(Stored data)

--------------------

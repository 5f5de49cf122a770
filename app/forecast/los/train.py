"""Training a unit's length-of-stay model end to end, and its stored payload."""

from __future__ import annotations

import math
import time as timer
from collections.abc import Mapping
from dataclasses import replace
from datetime import UTC, datetime, time
from typing import Any
from zoneinfo import ZoneInfo

import numpy as np
import pandas as pd

from app.forecast.los.calibration import STEPS, HazardScale, scale_on
from app.forecast.los.clock_choice import choose_newcomer_clock
from app.forecast.los.constants import (
    HORIZON_STEPS,
    LANDMARK_CLOCK,
    MAX_ROWS,
    MAX_TEST_LANDMARKS,
    MAX_VALIDATION_ROWS,
    NS_PER_DAY,
    PAYLOAD_FORMAT,
)
from app.forecast.los.design import make_design
from app.forecast.los.metrics import ScaleBasis, _test_metrics
from app.forecast.los.model import LosModel, _landmark_curves
from app.forecast.los.rows import Landmarks, build_landmarks, interval_rows, observation_names
from app.forecast.los.selection import (
    _fit_groups,
    _fit_hazard,
    _min_stays,
    _sample_landmarks,
    _select_ensemble,
    _select_groups,
    _select_hazard,
    _validation_split,
    recent_landmarks,
)
from app.forecast.training_data import (
    TooLittleHistory,
    require_history,
    screen_scores,
)
from app.state.frames import UnitState, utc_ns

CURVE_USES = {
    "hazard_tree": "per-stay P(in the unit) at each census instant over the next "
                   f"{HORIZON_STEPS} census intervals, and the group rule shown per stay",
    "kaplan_meier": "the group curves shown on the model page, and the no-covariate baseline "
                    "of the test metrics",
    "coxian": "stays still to come (emergency arrivals, booked electives) and planning (mean "
              "stay); for current stays the tail past the hazard tree's horizon, from the time "
              "already spent (median remaining stay beyond the horizon)",
}


def _iso(ns: int, tz: ZoneInfo) -> str:
    return pd.Timestamp(int(ns), tz="UTC").tz_convert(tz).isoformat()


def train_los(state: UnitState, *, test_days: float | None = None,
              landmark_clock: time = LANDMARK_CLOCK, compare: bool = True,
              evaluate: bool = True, seed: int = 0,
              extract_start: int | None = None) -> dict[str, Any]:
    """Train the length-of-stay model on everything known at ``state.as_of``.

    Holds out the last ``test_days`` (default: a quarter of the history, at most 90 days),
    chooses tree sizes by validation before it, scores the model trained as of the test start
    on the test period, then refits on the whole history with the chosen sizes.

    Parameters
    ----------
    state : UnitState
        What was known at the end of training (``with_history=True``).
    test_days : float, optional
        Length of the held-out test period.
    landmark_clock : datetime.time
        Local time of the daily landmark.
    compare : bool, default True
        Also fit the boosted ensemble on the same rows and report its test metrics.
    evaluate : bool, default True
        Hold out a test period and report its metrics. False (for backtests that retrain
        often) chooses the sizes by validation on the whole history and fits once.
    seed : int
        For the row sampling of very large histories and the Coxian random starts.
    extract_start : int, optional
        When the extract began (UTC ns); default its first recorded discharge
        (``app.state.extract.extract_start_ns``). Stays admitted before it are left-truncated: their
        landmarks start there, and the groups and the test's Kaplan-Meier baseline take them
        from their days in the unit then (delayed entry).

    Returns
    -------
    dict
        The JSON-able payload: ``trained_until``, ``window``, ``metrics`` and ``los``.

    Raises
    ------
    ValueError
        Too little history (no discharge before the test period).
    """
    clock_start = timer.perf_counter()
    rng = np.random.default_rng(seed)
    tz = state.tz
    names = observation_names(state)
    until_ns = int(utc_ns([state.as_of])[0])
    full = build_landmarks(state, landmark_clock=landmark_clock, names=names,
                           extract_start=extract_start)
    require_history(state.unit, int(np.unique(full.stay_index[full.ended]).size),
                    _iso(until_ns, tz))
    first_ns = int(utc_ns(state.stays["admitted_at"]).min())
    window_days = (until_ns - first_ns) / NS_PER_DAY
    if test_days is None:
        test_days = min(90.0, 0.25 * window_days)
    test_from = int(until_ns - float(test_days) * NS_PER_DAY) if evaluate else until_ns
    train_lm = full.censored_at(test_from) if evaluate else full
    if train_lm.size == 0 or not train_lm.ended.any():
        raise TooLittleHistory(f"unit {state.unit}: no stay ended before the test period "
                               f"({_iso(test_from, tz)}); need a longer history")
    # Scores are screened on the rows the tested model learns from, so the stored model has
    # the same features as the one whose test metrics are reported.
    names, left_out = screen_scores(train_lm.observed, train_lm.stay_index, names)

    # 1. Sizes by validation inside the training period (split by stay and by time).
    split = _validation_split(train_lm, test_from, state.census_time, tz, names, rng)
    params, grid = _select_hazard(split)
    validation_model = params.pop("validation_model")
    ensemble: dict[str, Any] | None = None
    ensemble_grid: list[dict[str, Any]] = []
    if compare and evaluate and validation_model is not None:
        ensemble, ensemble_grid = _select_ensemble(split, validation_model)
    del split, validation_model
    group_params, group_grid = _select_groups(
        make_design(train_lm, interval_rows(train_lm, state.census_time, tz, rng=rng,
                                            max_rows=MAX_VALIDATION_ROWS), names),
        state.stays, test_from, full.extract_ns)
    metrics: dict[str, Any] = {"left_out": left_out}

    # 2. The model as known at the test start, scored on the test period.
    if evaluate:
        train_rows = interval_rows(train_lm, state.census_time, tz, rng=rng, max_rows=MAX_ROWS)
        design_t = make_design(train_lm, train_rows, names)
        hazard_t = _fit_hazard(design_t, train_lm, train_rows, depth=params["max_depth"],
                               min_stays=_min_stays(params, train_lm, train_rows))
        groups_t = _fit_groups(design_t, state.stays, test_from, group_params, seed,
                               full.extract_ns)
        model_t = LosModel(design_t, hazard_t, groups_t, state.census_time, HORIZON_STEPS)
        # Scored as it would have been used: its own scale, fitted on the training period
        # (the yardstick's is fitted on the same landmarks).
        basis_t = _scale_basis(model_t, train_lm, test_from, tz, seed)
        model_t = replace(model_t, scale=_fitted_scale(basis_t).value)
        test_lm = _sample_landmarks(full.subset(full.at_ns >= test_from), MAX_TEST_LANDMARKS,
                                    rng)
        metrics.update({"test_from": _iso(test_from, tz), "test_to": _iso(until_ns, tz)})
        if test_lm.size:
            metrics.update(_test_metrics(model_t, train_lm, train_rows, test_lm, tz,
                                         ensemble, basis_t))
        if ensemble is not None:
            metrics["ensemble_iterations"] = ensemble["iterations"]
            metrics["ensemble_settings"] = {k: v for k, v in ensemble.items()
                                            if k not in ("iterations", "val_loglik")}
        del train_rows, model_t

    # 3. The stored model: everything known at until, the same sizes.
    rows = interval_rows(full, state.census_time, tz, rng=rng, max_rows=MAX_ROWS)
    design = make_design(full, rows, names)
    hazard = _fit_hazard(design, full, rows, depth=params["max_depth"],
                         min_stays=_min_stays(params, full, rows))
    newcomer_clock = choose_newcomer_clock(design, state.stays, until_ns, group_params, seed,
                                           hazard.profile, tz, state.census_time,
                                           full.extract_ns)
    groups = _fit_groups(design, state.stays, until_ns, group_params, seed, full.extract_ns,
                         clock=(hazard.profile, tz) if newcomer_clock["chosen"] else None)
    scale = _fitted_scale(_scale_basis(
        LosModel(design, hazard, groups, state.census_time, HORIZON_STEPS), full, until_ns, tz,
        seed))
    metrics["train_seconds"] = timer.perf_counter() - clock_start
    metrics["training_rows"] = int(len(rows.event))
    payload = {
        "trained_until": _iso(until_ns, tz),
        "window": {"from": _iso(first_ns, tz), "to": _iso(until_ns, tz),
                   "test_from": _iso(test_from, tz) if evaluate else None},
        "metrics": metrics,
        "los": {
            "format": PAYLOAD_FORMAT,
            "kind": "discharge-hazard-tree",
            "landmark_clock": landmark_clock.strftime("%H:%M"),
            "census_time": state.census_time.strftime("%H:%M"),
            "horizon_steps": HORIZON_STEPS,
            "design": design.to_dict(),
            "hazard": hazard.to_dict(),
            "leaf_rules": {str(int(n)): hazard.tree.rule(int(n))
                           for n in hazard.tree.leaves},
            "groups": groups.to_dict(),
            "hazard_scale": scale.to_dict(),
            "selection": {"hazard": {"chosen": params, "grid": grid},
                          "ensemble": ({"chosen": ensemble, "grid": ensemble_grid}
                                       if ensemble is not None else None),
                          "groups": {"chosen": group_params, "grid": group_grid},
                          "newcomer_clock": newcomer_clock},
            "uses": CURVE_USES,
        },
    }
    return _json_safe(payload)


def _scale_basis(model: LosModel, landmarks: Landmarks, until_ns: int, tz: ZoneInfo,
                 seed: int) -> ScaleBasis | None:
    """``model``'s forecasts (as fitted) from the landmarks its rate scale is fitted on, the
    last half year's before ``until_ns`` (app/forecast/los/calibration.py); None without any."""
    recent = recent_landmarks(landmarks, until_ns, seed)
    return None if recent.size == 0 else (_landmark_curves(model, recent, tz, STEPS), recent)


def _fitted_scale(basis: ScaleBasis | None) -> HazardScale:
    return HazardScale() if basis is None else scale_on(*basis)


def _json_safe(value: Any) -> Any:
    """NaN and infinities as None, so the payload is strict JSON."""
    if isinstance(value, dict):
        return {k: _json_safe(v) for k, v in value.items()}
    if isinstance(value, list | tuple):
        return [_json_safe(v) for v in value]
    if isinstance(value, float) and not math.isfinite(value):
        return None
    return value


def train_unit(session: Any, unit: str, until: datetime | None, tz: ZoneInfo, *,
               test_days: float | None = None, compare: bool = True,
               evaluate: bool = True) -> tuple[str, dict[str, Any]]:
    """Train on what was known at ``until`` (default: now), store the model, return its id
    and the test metrics (for ``morrow train``; print them with :func:`format_metrics`)."""
    from app.forecast.models import save_model
    from app.state.load import load_state

    moment = datetime.now(UTC) if until is None else until
    state = load_state(session, unit, moment, tz, with_history=True)
    payload = train_los(state, test_days=test_days, compare=compare, evaluate=evaluate)
    model_id = save_model(session, unit, state.as_of.to_pydatetime(), payload)
    return model_id, payload["metrics"]


def format_metrics(metrics: Mapping[str, Any]) -> str:
    """Test metrics as a small table for the terminal."""
    lines = [f"test period {metrics.get('test_from')} .. {metrics.get('test_to')}: "
             f"{metrics.get('landmarks', 0)} landmarks of {metrics.get('stays', 0)} stays"]
    columns = [c for c in ("tree", "km", "ensemble") if c in metrics]
    header = {"tree": "tree", "km": "Kaplan-Meier", "ensemble": "boosted ensemble"}
    lines.append(f"{'':28}" + "".join(f"{header[c]:>18}" for c in columns))
    for key, label in (("concordance", "concordance (higher better)"),
                       ("ibs_1_14", "Brier days 1-14 (lower)"),
                       ("r2_completed", "variance explained")):
        cells = [metrics[c].get(key) for c in columns]
        lines.append(f"{label:28}" + "".join(
            f"{v:>18.4f}" if isinstance(v, int | float) else f"{'n/a':>18}" for v in cells))
    if "train_seconds" in metrics:
        lines.append(f"trained in {metrics['train_seconds']:.1f} s "
                     f"on {metrics['training_rows']} rows")
    for left in metrics.get("left_out", []):
        lines.append(f"left out {left['name']}: {left['why']}")
    return "\n".join(lines)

--------------------

WORK ORDER: Only the number of lines in the data that hold "ended" should be stated.

SOLUTION: 3